_TASK DIRECTIONS:_
Count how many lines in the data hold the word "analysis", and give that number alone.

Saved data entries
********************
"""Costs: entered once, audited, checked; the plan and the costs command read them."""

from __future__ import annotations

import math

import pytest

from logbook.cli import main
from logbook.costing import model_economies, pump_costs
from logbook.economics import JobCosts, optimal_age
from logbook.model import InputRejected
from logbook.store import Store
from tests.store.conftest import TODAY


def test_costs_are_stored_audited_and_read_back(store):
    store.set_currency("eur")
    costs, notes = store.set_model_costs("TX-90", planned=4000.0, failure=15000.0)
    assert notes == []
    store.set_downtime("site", "North Yard", cost_per_hour=120.0, planned_hours=8.0, failure_hours=40.0)
    store.set_downtime("machine", "M-2", cost_per_hour=300.0, planned_hours=6.0, failure_hours=30.0)
    book = store.costs()
    assert book.currency == "EUR"
    assert book.models["TX-90"].planned == 4000.0 and book.models["TX-90"].failure == 15000.0
    assert book.downtime("M-1", "North Yard").cost_per_hour == 120.0  # the site's
    assert book.downtime("M-2", "North Yard").cost_per_hour == 300.0  # the machine's own wins
    trail = [(r["action"], r["table_name"], r["row_key"]) for r in store.audit_trail() if r["table_name"] in ("costs", "settings")]
    assert ("set", "settings", "currency") in trail and ("set", "costs", "model TX-90") in trail
    assert ("set", "costs", "site North Yard") in trail and ("set", "costs", "machine M-2") in trail


@pytest.mark.parametrize("planned,failure,field", [(-1.0, 10.0, "planned cost"), (1.0, None, "failure cost"),
                                                   (float("nan"), 2.0, "planned cost")])
def test_bad_costs_name_the_field_and_write_nothing(store, planned, failure, field):
    before = store.change_count()
    with pytest.raises(InputRejected) as err:
        store.set_model_costs("TX-90", planned=planned, failure=failure)
    assert field in str(err.value)
    assert store.change_count() == before and store.costs().models == {}


def test_unknown_names_and_currencies_are_refused(store):
    with pytest.raises(InputRejected, match="not a known pump model"):
        store.set_model_costs("ZZ-1", planned=1.0, failure=2.0)
    with pytest.raises(InputRejected, match="North Yard"):
        store.set_downtime("site", "South Yard", cost_per_hour=1.0, planned_hours=1.0, failure_hours=1.0)
    with pytest.raises(InputRejected, match="three-letter"):
        store.set_currency("euro")


def test_a_failure_no_dearer_than_a_planned_job_is_accepted_with_its_consequence(store):
    _, notes = store.set_model_costs("TX-90", planned=5000.0, failure=4000.0)
    assert notes and "run to failure is cheapest" in notes[0]
    assert store.costs().models["TX-90"].failure == 4000.0


def test_pump_costs_add_downtime_and_the_models_cost_rate(store):
    from logbook.analysis.fleet import forecast_fleet

    store.set_model_costs("TX-90", planned=4000.0, failure=15000.0)
    store.set_downtime("site", "North Yard", cost_per_hour=100.0, planned_hours=10.0, failure_hours=50.0)
    fleet = store.fleet()
    fc = forecast_fleet(fleet, TODAY)

    class Life:  # a Weibull fleet life of the model, as analysis.life gives it
        model, fit = "TX-90", type("Fit", (), {"shape": 2.5, "scale_hours": 9000.0})()

    economies = model_economies(store.costs(), [Life])
    plan_costs = pump_costs(store.costs(), fc, economies)
    pc = plan_costs.pumps["S-100"]
    assert pc.costs.planned == 4000.0 + 1000.0 and pc.costs.failure == 15000.0 + 5000.0
    opt = economies["TX-90"].optimum
    assert opt.age_hours == pytest.approx(optimal_age(2.5, 9000.0, JobCosts(4000.0, 15000.0)).age_hours)
    assert pc.cost_per_operating_hour > 0 and math.isfinite(pc.cost_per_operating_hour)


def test_costs_command_sets_and_shows(tmp_path, capsys):
    db = tmp_path / "c.db"
    s = Store(db, user="t")
    from tests.store.conftest import MACHINES, MODELS, PUMPS, READINGS, load

    for table, data in (("models", MODELS), ("machines", MACHINES), ("pumps", PUMPS), ("readings", READINGS)):
        load(s, table, data)
    s.close()
    assert main(["--db", str(db), "costs", "--currency", "EUR", "--model", "TX-90", "--planned", "4000",
                 "--failure", "15000"]) == 0
    out = capsys.readouterr().out
    assert "Costs in EUR" in out and "TX-90" in out and "4,000" in out and "15,000" in out
    assert main(["--db", str(db), "costs", "--model", "TX-90", "--planned", "4000"]) == 2
    assert "--failure" in capsys.readouterr().err
    assert main(["--db", str(db), "costs", "--site", "North Yard", "--per-hour", "x1", "--planned-hours", "8",
                 "--failure-hours", "30"]) == 2
    assert "--per-hour" in capsys.readouterr().err
    s = Store(db, user="t")
    assert s.costs().sites == {}
    s.close()


def test_costs_and_forecast_give_one_fleet_life(tmp_path, capsys):
    # The costs table once fitted the fleet-life Weibull with running pumps censored at their last
    # reading, the forecast at their hours today: shape 5.02 against 4.895 for one model. Both now read
    # the forecast's ages, so both print the same shape, scale and cost-optimal age for every model.
    import json

    db = tmp_path / "d.db"
    assert main(["demo", "--no-ui", "--db", str(db), "--today", "2026-12-01"]) == 0
    capsys.readouterr()
    assert main(["--db", str(db), "--today", "2026-12-01", "costs"]) == 0
    table = capsys.readouterr().out
    assert main(["--db", str(db), "--today", "2026-12-01", "forecast", "--format", "json"]) == 0
    doc = json.loads(capsys.readouterr().out)
    fitted = [m for m in doc["life"] if m.get("shape")]
    assert fitted
    for m in fitted:
        row = next(line.split() for line in table.splitlines() if line.split()[:1] == [m["model"]])
        assert row[3] == f"{m['shape']:.2f}" and row[4] == f"{m['scale_hours']:,.0f}"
********************
_SOLVED EXERCISE:_
2